# JBL MS8 - $199



## naiku (May 28, 2008)

Not mine, but saw this on eBay. Says its untested, but they have a 14 day return policy, and over 1,500 positive feedback. 

JBL MS8


----------



## [email protected] (Jun 12, 2008)

I dont understand how you can sell a used piece of equipment and not know if it works or not  If it works, its a hella of a deal.


----------



## sbcaprice305 (Jan 17, 2012)

14 day return policy, doubt the 15% fee applies if it doesn't work.

I'd say it's worth the risk,


----------



## BigRed (Aug 12, 2007)

those are probably all the jet engine noise returns :laugh:


----------



## Mike-G (Dec 25, 2008)

I wonder if it would be worth it to get the 1 Year Squaretrade warranty on it, just in case. I am looking for an MS8 and might be will to give this a try.


----------



## naiku (May 28, 2008)

Mike-G said:


> I wonder if it would be worth it to get the 1 Year Squaretrade warranty on it, just in case.
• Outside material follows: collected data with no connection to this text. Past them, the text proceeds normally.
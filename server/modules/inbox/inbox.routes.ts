import { Router } from 'express';
import type { Db } from '../../db/client';
import { getActor } from '../../lib/actor';
import * as service from './inbox.service';

/** What waits on the signed-in person across all jobs. */
export function inboxRouter(db: Db): Router {
  const router = Router();
  router.get('/inbox', async (_req, res) => {
    res.json(await service.inboxFor(db, getActor(res)));
  });
  return router;
}
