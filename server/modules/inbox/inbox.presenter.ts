import type { InboxEntryView, InboxView } from '../../../src/shared/schemas/inbox';
import type { ProjectRow } from '../projects/projects.repository';

export type EntryDraft = Omit<InboxEntryView, 'project' | 'overdue' | 'dueAt' | 'since' | 'period'> & {
  since: Date;
  dueAt?: Date | null;
  period?: InboxEntryView['period'];
};

/** An entry is overdue once its due date (payment terms, invitation expiry) has passed. */
export function presentEntry(project: ProjectRow, e: EntryDraft, now: Date): InboxEntryView {
  const dueAt = e.dueAt ?? null;
  return {
    id: e.id,
    kind: e.kind,
    title: e.title,
    detail: e.detail,
    amountCents: e.amountCents,
    period: e.period ?? null,
    project: { id: project.id, name: project.name },
    since: e.since.toISOString(),
    dueAt: dueAt?.toISOString() ?? null,
    overdue: dueAt !== null && dueAt.getTime() < now.getTime(),
    href: e.href,
  };
}

export function presentCounts(entries: InboxEntryView[]): InboxView['counts'] {
  const byKind: InboxView['counts']['byKind'] = {};
  for (const e of entries) byKind[e.kind] = (byKind[e.kind] ?? 0) + 1;
  return { total: entries.length, overdue: entries.filter((e) => e.overdue).length, byKind };
}
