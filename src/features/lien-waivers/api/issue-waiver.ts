import { useMutation, useQueryClient } from '@tanstack/react-query';
import { api } from '@/lib/api-client';
import type { IssueLienWaiverInput, LienWaiverView } from '@/shared/schemas/payment';
import { lienWaiverKeys } from './keys';

export function useIssueWaiver(projectId: string, payAppId: string) {
  const client = useQueryClient();
  return useMutation({
    mutationFn: (input: IssueLienWaiverInput) =>
      api.post<{ waiver: LienWaiverView }>(`/api/pay-apps/${encodeURIComponent(payAppId)}/lien-waivers`, input).then((r) => r.waiver),
    onSuccess: () => client.invalidateQueries({ queryKey: lienWaiverKeys.project(projectId) }),
  });
}
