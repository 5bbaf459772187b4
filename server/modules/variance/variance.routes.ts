import { Router } from 'express';
import { forecastInputSchema } from '../../../src/shared/schemas/variance';
import type { AppContext } from '../../app-context';
import { getActor } from '../../lib/actor';
import { draftVarianceChangeOrder, setForecast } from './forecasts.service';
import { projectVariance } from './variance.service';

export function varianceRouter(ctx: AppContext): Router {
  const { db, outbox } = ctx;
  const router = Router();
  router.get('/projects/:projectId/variance', async (req, res) => {
    res.json(await projectVariance(db, getActor(res), req.params.projectId));
  });
  router.put('/bid-items/:bidItemId/forecast', async (req, res) => {
    const input = forecastInputSchema.parse(req.body);
    res.json({ row: await setForecast(db, getActor(res), req.params.bidItemId, input) });
  });
  router.post('/bid-items/:bidItemId/variance-change-order', async (req, res) => {
    const changeOrder = await draftVarianceChangeOrder(ctx, getActor(res), req.params.bidItemId);
    res.on('finish', () => void outbox.flush()); // the proposal's e-mail to those who decide it
    res.status(201).json({ changeOrder });
  });
  return router;
}
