import { and, asc, eq, inArray, sql } from 'drizzle-orm';
import type { PayAppStatus } from '../../../src/shared/constants';
import type { Executor } from '../../db/client';
import {
  bidItemProfiles,
  changeOrderItems,
  changeOrders,
  forecasts,
  payAppForceAccountLines,
  payAppLines,
  payApps,
  user,
} from '../../db/schema';

/** Sum of this-period quantities per bid item over pay applications in the given statuses. */
export async function quantitiesByStatus(db: Executor, projectId: string, statuses: readonly PayAppStatus[]) {
  const rows = await db
    .select({ bidItemId: payAppLines.bidItemId, quantity: sql<string>`sum(${payAppLines.thisPeriodQuantity})` })
    .from(payAppLines)
    .innerJoin(payApps, eq(payApps.id, payAppLines.payAppId))
    .where(and(eq(payApps.projectId, projectId), inArray(payApps.status, [...statuses])))
    .groupBy(payAppLines.bidItemId);
  return new Map(rows.map((r) => [r.bidItemId, Number(r.quantity)]));
}

/**
 * Force account drawn on each allowance item (an item paid by force account that the change order added) on
 * applications in the given statuses: the sum of those change orders' force account lines this period, in cents.
 */
export async function allowanceDrawsByStatus(db: Executor, projectId: string, statuses: readonly PayAppStatus[]) {
  const rows = await db
    .select({
      bidItemId: changeOrderItems.bidItemId,
      cents: sql<string>`sum(${payAppForceAccountLines.thisPeriodAmountCents})`,
    })
    .from(payAppForceAccountLines)
    .innerJoin(payApps, eq(payApps.id, payAppForceAccountLines.payAppId))
    .innerJoin(
      changeOrderItems,
      and(
        eq(changeOrderItems.changeOrderId, payAppForceAccountLines.changeOrderId),
        eq(changeOrderItems.kind, 'add_item'),
      ),
    )
    .innerJoin(
      bidItemProfiles,
      and(eq(bidItemProfiles.bidItemId, changeOrderItems.bidItemId), eq(bidItemProfiles.profile, 'force_account')),
    )
    .where(and(eq(payApps.projectId, projectId), inArray(payApps.status, [...statuses])))
    .groupBy(changeOrderItems.bidItemId);
  return new Map(rows.flatMap((r) => (r.bidItemId ? [[r.bidItemId, Number(r.cents)] as const] : [])));
}

export async function listForecasts(db: Executor, projectId: string) {
  return db
    .select({
      bidItemId: forecasts.bidItemId,
      quantity: forecasts.forecastQuantity,
      note: forecasts.note,
      updatedAt: forecasts.updatedAt,
      updatedBy: user.name,
    })
    .from(forecasts)
    .innerJoin(user, eq(user.id, forecasts.updatedByUserId))
    .where(eq(forecasts.projectId, projectId));
}

export async function findForecast(db: Executor, bidItemId: string) {
  const [row] = await db.select().from(forecasts).where(eq(forecasts.bidItemId, bidItemId)).limit(1);
  return row;
}

export async function upsertForecast(db: Executor, values: typeof forecasts.$inferInsert) {
  const [row] = await db
    .insert(forecasts)
    .values(values)
    .onConflictDoUpdate({
      target: forecasts.bidItemId,
      set: {
        forecastQuantity: values.forecastQuantity,
        note: values.note,
        updatedByUserId: values.updatedByUserId,
        updatedAt: new Date(),
      },
    })
    .returning();
  return row!;
}

/** Proposed change orders that change a bid item's quantity, per bid item (the lowest number wins). */
export async function openQuantityChangeOrders(db: Executor, projectId: string) {
  const rows = await db
    .select({ bidItemId: changeOrderItems.bidItemId, id: changeOrders.id, number: changeOrders.number })
    .from(changeOrderItems)
    .innerJoin(changeOrders, eq(changeOrders.id, changeOrderItems.changeOrderId))
    .where(
      and(
        eq(changeOrders.projectId, projectId),
        eq(changeOrders.status, 'proposed'),
        eq(changeOrderItems.kind, 'change_quantity'),
      ),
    )
    .orderBy(asc(changeOrders.number));
  const byItem = new Map<string, { id: string; number: number }>();
  for (const r of rows)
    if (r.bidItemId && !byItem.has(r.bidItemId)) byItem.set(r.bidItemId, { id: r.id, number: r.number });
  return byItem;
}

/** Pay applications past draft, for the earned-to-date chart. */
export async function earnedPeriods(db: Executor, projectId: string) {
  return db
    .select({
      payAppId: payApps.id,
      number: payApps.number,
      periodEnd: payApps.periodEnd,
      status: payApps.status,
      earnedToDateCents: payApps.earnedToDateCents,
      thisPeriodCents: payApps.thisPeriodCents,
    })
    .from(payApps)
    .where(and(eq(payApps.projectId, projectId), sql`${payApps.status} <> 'draft'`))
    .orderBy(asc(payApps.number));
}
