// OWASP API Security Top 10 (2023) API5, broken function level authorization, and API1, object level; OWASP ASVS
// 4.0.3 section 4.1.3 (least privilege) and 4.2.1. The product brief's roles: the subcontractor measures, bills and
// signs waivers; the general contractor manages the contract, reviews and certifies; the owner pays; each party
// company's admin manages its own company's people (its seat's invitations and removals), and only the general
// contractor's admin (`admin`) also manages the contract. Each route is called by each role
// with a body that passes validation, so the answer is the role rule's and not the schema's: a role that may not
// gets 403 and nothing is written; a role that may gets past authorization (a 2xx, or the listed state answer).
type Role = 'subcontractor' | 'general_contractor' | 'owner' | 'admin' | 'subcontractor_admin' | 'owner_admin';
const ROLES: Role[] = ['subcontractor', 'general_contractor', 'owner', 'admin', 'subcontractor_admin', 'owner_admin'];
const ALL = ROLES;
const CONTRACT: Role[] = ['general_contractor', 'admin'];
const SUB: Role[] = ['subcontractor'];
/** Each party company's admin, for its own seat's people. */
const ADMINS: Role[] = ['admin', 'subcontractor_admin', 'owner_admin'];
const SEAT_OF: Partial<Record<Role, string>> = {
  admin: 'general_contractor',
  subcontractor_admin: 'subcontractor',
  owner_admin: 'owner',
};
/** A company's own people list and removals: another company's people do not see the company at all. */
const NOT_OF_SUB_COMPANY: Role[] = ['general_contractor', 'owner', 'admin', 'owner_admin'];
const FIELD: Role[] = ['subcontractor', 'general_contractor'];
const TRUCK_TICKET = {
  deliveredOn: '2026-05-04',
  truckLabel: 'T-12',
  material: 'Select borrow',
  source: 'Hollis pit',
  loadedAt: 'Face 2',
  deliveredTo: 'Sta 14+00',
  loadCheckerInitials: 'RB',
  deliveryCheckerInitials: 'MK',
};
/** A LandXML surface of three points (LandXML 1.2 schema: Units, Surface, Pnts). */
const BASELINE_XML = Buffer.from(
  '<?xml version="1.0"?><LandXML><Units><Metric linearUnit="meter"/></Units><Surfaces><Surface name="OG"><Definition><Pnts><P id="1">0 0 1</P><P id="2">0 10 1</P><P id="3">10 0 1</P></Pnts></Definition></Surface></Surfaces></LandXML>',
);
const TRUCK_TICKET_CSV =
  'delivered_on,truck,material,source,loaded_at,delivered_to,load_checker,delivery_checker\n2026-05-04,T-12,Select borrow,Hollis pit,Face 2,Sta 14+00,RB,MK\n';

type Fixture = {
  projectId: string;
  bidItemId: string;
  tallyId: string;
  evidenceId: string;
  payAppId: string;
  lineId: string;
  /** Keys of every flag of the fixture's application (its lines bill without tallies), for certify. */
  flagKeys: string[];
  disputeId: string;
  changeOrderId: string;
  /** A document of the fixture's proposed change order. */
  documentId: string;
  invitationId: string;
  waiverId: string;
  method: string;
  token: string;
  /** A person of the subcontractor company seated on the project, for the removal routes. */
  userId: string;
  companyId: string;
  truckItemId: string;
  weightItemId: string;
  sourceId: string;
  approvedChangeOrderId: string;
  sheetId: string;
  storedMaterialId: string;
  /** A proposed original ground surface of the home project. */
  baselineId: string;
};
type Rule = {
  may: Role[];
  /** The pay application's state the step needs (default certified). */
  payApp?: PayAppStatus;
  body?: (f: Fixture, role: Role) => object;
  upload?: { field: string; bytes: Buffer; name: string };
  /** Answers other than 2xx that still show the role got through (a state the fixture cannot reach cheaply). */
  passes?: number[];
  /** Roles that do not see the object at all in this state (404, as for a foreign object) rather than 403. */
  hiddenFrom?: Role[];
};
// The owner sees pay applications once certified (product brief, roles): an earlier one is not there for the owner.
const OWNER_SEES_CERTIFIED: Role[] = ['owner', 'owner_admin'];
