"""Beats, waves and block from the activation crossings recorded by the kernel.

A beat is the set of stimulus pulses sharing an onset time. Its wave is followed node
by node outward from the stimulated nodes that captured: the neighbour's activation
belonging to the wave is its first unused crossing no earlier than ``BACKWARD_TOLERANCE``
before, and no later than ``MAX_NODE_DELAY`` after, the node it came from. A beat that
captured but whose wave stopped before an end of the fibre is blocked; ``block_x`` is
the last activated position on the blocked side.

What ``captured`` means, exactly: some stimulated node crossed the activation threshold
between the onset and ``CAPTURE_LATENCY`` after the end of the pulse. That is what "the
stimulus excited the tissue" means for any stimulus near threshold, but not always: a
stimulus far above threshold (several times rheobase) can carry the stimulated nodes
over the threshold passively, without an action potential (an inexcitable membrane, or
tissue deep in its refractory period). The beat is then ``captured`` and ``blocked``
within the reach of the stimulus' electrotonic spread, instead of not captured; for
the HH axon with g_Na = 0 and 1000 uA/cm^2 for 0.2 ms, block_x = 0.16 cm. Telling the
two apart needs the sign of the ionic current at the stimulated nodes during the
upstroke (inward: regenerative), which the kernels do not record;
``cable.protocols.refractory`` checks it from stored states for its local refractory
period.
"""

from __future__ import annotations

from dataclasses import dataclass

import numpy as np

#: a neighbour may cross slightly before its upstream node (stimulated zone fires as a
#: block, collisions) [ms]
BACKWARD_TOLERANCE = 2.0
#: the longest node-to-node delay still counted as the same wave [ms]; very slow
#: conduction (0.3 cm/s at dx 100 um: 33 ms per node) would need more
MAX_NODE_DELAY = 50.0
#: time after the end of the pulse within which a stimulated node must cross [ms]
CAPTURE_LATENCY = 20.0


@dataclass
class Beats:
    onset: np.ndarray          # (nbeat,) [ms]
    index: np.ndarray          # (nbeat, n) crossing index k used, -1 if none
    activation: np.ndarray     # (nbeat, n) [ms], NaN if not reached
    captured: np.ndarray       # (nbeat,) bool
    blocked: np.ndarray        # (nbeat,) bool
    block_x: np.ndarray        # (nbeat,) [cm], NaN unless blocked
    block_side: np.ndarray     # (nbeat,) int: +1 wave stopped going right, -1 left, 0 none


def beat_onsets(pulses: np.ndarray) -> tuple[np.ndarray, list[np.ndarray], np.ndarray]:
    """Unique onset times, the seed nodes of each, and the capture deadline of each."""
    if pulses.shape[0] == 0:
        return np.zeros(0), [], np.zeros(0)
    onsets = np.unique(np.round(pulses[:, 0], 9))
    seeds, deadline = [], []
    for t in onsets:
        sel = np.abs(pulses[:, 0] - t) < 1e-9
        nodes = np.unique(np.concatenate([np.arange(int(a), int(b)) for a, b in pulses[sel][:, 2:4]]))
        seeds.append(nodes)
        deadline.append(pulses[sel, 1].max() + CAPTURE_LATENCY)
    deadline = np.array(deadline)
    deadline[:-1] = np.minimum(deadline[:-1], onsets[1:])
    return onsets, seeds, deadline


def assign_beats(act: np.ndarray, nact: np.ndarray, x: np.ndarray, pulses: np.ndarray) -> Beats:
    """Follow each beat's wave through the crossings ``act[i, :nact[i]]``."""
    n, cap = act.shape
    onsets, seeds, deadline = beat_onsets(pulses)
    nb = onsets.size
    used = np.zeros((n, cap), dtype=bool)
    count = np.minimum(nact, cap)
    index = np.full((nb, n), -1, dtype=np.int64)
    activation = np.full((nb, n), np.nan)
    captured = np.zeros(nb, dtype=bool)
    blocked = np.zeros(nb, dtype=bool)
    block_x = np.full(nb, np.nan)
    side = np.zeros(nb, dtype=np.int64)

    def take(i, lo, hi):
        for k in range(count[i]):
            if not used[i, k] and lo <= act[i, k] < hi:
                used[i, k] = True
                return k
        return -1

    for b in range(nb):
        t0 = onsets[b]
        for i in seeds[b]:
            k = take(i, t0 - 1e-9, deadline[b])
            if k >= 0:
                index[b, i] = k
                activation[b, i] = act[i, k]
        hit = np.flatnonzero(index[b] >= 0)
        if hit.size == 0:
            continue
        captured[b] = True
        # outward to the right from the rightmost captured node, then to the left
        right = hit.max()
        i = right
        while i + 1 < n:
            if index[b, i + 1] >= 0:
                i += 1
                continue
            t = activation[b, i]
            k = take(i + 1, t - BACKWARD_TOLERANCE, t + MAX_NODE_DELAY)
            if k < 0:
                break
            index[b, i + 1] = k
            activation[b, i + 1] = act[i + 1, k]
            i += 1
        right = i
        i = hit.min()
        while i - 1 >= 0:
            if index[b, i - 1] >= 0:
                i -= 1
                continue
            t = activation[b, i]
            k = take(i - 1, t - BACKWARD_TOLERANCE, t + MAX_NODE_DELAY)
            if k < 0:
                break
            index[b, i - 1] = k
            activation[b, i - 1] = act[i - 1, k]
            i -= 1
        left = i
        if right < n - 1:
            blocked[b], block_x[b], side[b] = True, x[right], 1
        elif left > 0:
            blocked[b], block_x[b], side[b] = True, x[left], -1
    return Beats(onsets, index, activation, captured, blocked, block_x, side)


def per_beat(values: np.ndarray, index: np.ndarray) -> np.ndarray:
    """Pick ``values[i, k]`` (per node and crossing) for each beat: shape (nbeat, n, ...)."""
    nb, n = index.shape
    out = np.full((nb, n) + values.shape[2:], np.nan)
    for b in range(nb):
        ok = index[b] >= 0
        out[b, ok] = values[np.flatnonzero(ok), index[b, ok]]
    return out
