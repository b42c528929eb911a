"""Reentry on a closed fibre: the passes of the circulating wave at the reference node.

The measures themselves are :func:`cable.ring.outputs` (revolution times, periods, CV
around the ring, APD90 and excitable gap at node 0); this module registers them for the
runs on a ring (``[fiber] closed``).
"""

from __future__ import annotations

from cable.measure import Inputs, Measurement


def _reentry(inputs: Inputs) -> dict:
    from cable import ring

    setup = inputs.setup
    t_last = inputs.t_end if inputs.t_end is not None else setup.t[-1]
    return ring.outputs(setup.case.fiber.length, inputs.act, inputs.nact, inputs.tracker.repol,
                        setup.case.apd_levels, t_last)


def _on_a_ring(inputs: Inputs) -> bool:
    return inputs.setup.x is not None and bool(getattr(inputs.setup.grid, "closed", False))


OUTPUTS = ("revolution_time", "revolution_period", "revolution_cv", "ring_apd", "excitable_gap", "reentry_sustained",
           "reentry_end")
MEASUREMENT = Measurement("reentry on a ring", OUTPUTS, _reentry, _on_a_ring, order=50)
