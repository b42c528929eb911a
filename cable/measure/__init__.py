"""Measurements of a run, found by listing this package as models and commands are.

:func:`cable.results.measurements` follows each beat through the kernel's probes (the
beats themselves: onset, activation times, capture, block position, upstroke velocity,
resting and peak potential, APD) and then asks every registered measurement for its
outputs. A measurement is a module of this package that defines ``MEASUREMENT``
(a :class:`Measurement`): when it applies, what it computes from :class:`Inputs`
(the run's setup, its beats and probes, and the outputs measured before it), and in
which order (``order``: a measurement that reads another's output comes after it).
Each output it returns is declared once, in :data:`cable.io.schema.VARIABLES`
(``tests/measure/test_registry.py`` checks it).
"""

from __future__ import annotations

import functools
import importlib
import pkgutil
from dataclasses import dataclass
from pathlib import Path
from typing import Any, Callable


@dataclass(frozen=True)
class Inputs:
    """What a measurement reads.

    Attributes
    ----------
    setup : cable.preparation.Setup
        The run's prepared arrays and validated case (``setup.x`` is None for a cell).
    beats : cable.measure.activation.Beats
        The beats, each followed node by node (:func:`~cable.measure.activation.assign_beats`).
    act, nact : ndarray
        The kernel's threshold crossings per node [ms] and their counts.
    tracker : cable.measure.apd.ApdProbe
        The repolarisation probe (``rest``, ``peak``, ``repol``).
    t_end : float or None
        Time computed [ms] (None: the whole run).
    out : dict
        The outputs measured so far, ``{name: (dims, array)}`` (read only).
    """

    setup: Any
    beats: Any
    act: Any
    nact: Any
    tracker: Any
    t_end: float | None
    out: dict


@dataclass(frozen=True)
class Measurement:
    """A measurement of a run.

    Attributes
    ----------
    name : str
        What it measures, for listings.
    outputs : tuple of str
        The variables it may return (each declared in ``cable.io.schema.VARIABLES``).
    compute : callable
        ``compute(inputs) -> {name: (dims, array)}``.
    applies : callable
        ``applies(inputs) -> bool``: whether the run has what it needs (a strand, a ring,
        a case option).
    order : int
        Measurements run by increasing order.
    """

    name: str
    outputs: tuple[str, ...]
    compute: Callable[[Inputs], dict]
    applies: Callable[[Inputs], bool]
    order: int


def on_a_strand(inputs: Inputs) -> bool:
    """``applies`` of the measurements that need a strand (not a single cell)."""
    return inputs.setup.x is not None


@functools.lru_cache(maxsize=1)
def registered() -> tuple[Measurement, ...]:
    """The measurements of the package, by ``order``.

    The package's files do not change while a process runs, so the list is made once."""
    found = []
    for info in pkgutil.iter_modules([str(Path(__file__).parent)]):
        module = importlib.import_module(f"{__name__}.{info.name}")
        measurement = getattr(module, "MEASUREMENT", None)
        if measurement is not None:
            found.append(measurement)
    return tuple(sorted(found, key=lambda m: (m.order, m.name)))


def measure_all(inputs: Inputs, measurements=None) -> dict:
    """Add the outputs of every measurement that applies to ``inputs.out``, in order; returns it."""
    for measurement in registered() if measurements is None else measurements:
        if measurement.applies(inputs):
            inputs.out.update(measurement.compute(inputs))
    return inputs.out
I am looking for an MS8 and might be will to give this a try.


That's not a bad idea, I am not sure how much the warranty is, but if I remember rightly they are not that expensive. 

If you decide to get it, make sure you post whether it is working or not.


----------



## rommelrommel (Apr 11, 2007)

Auction pulled by seller


----------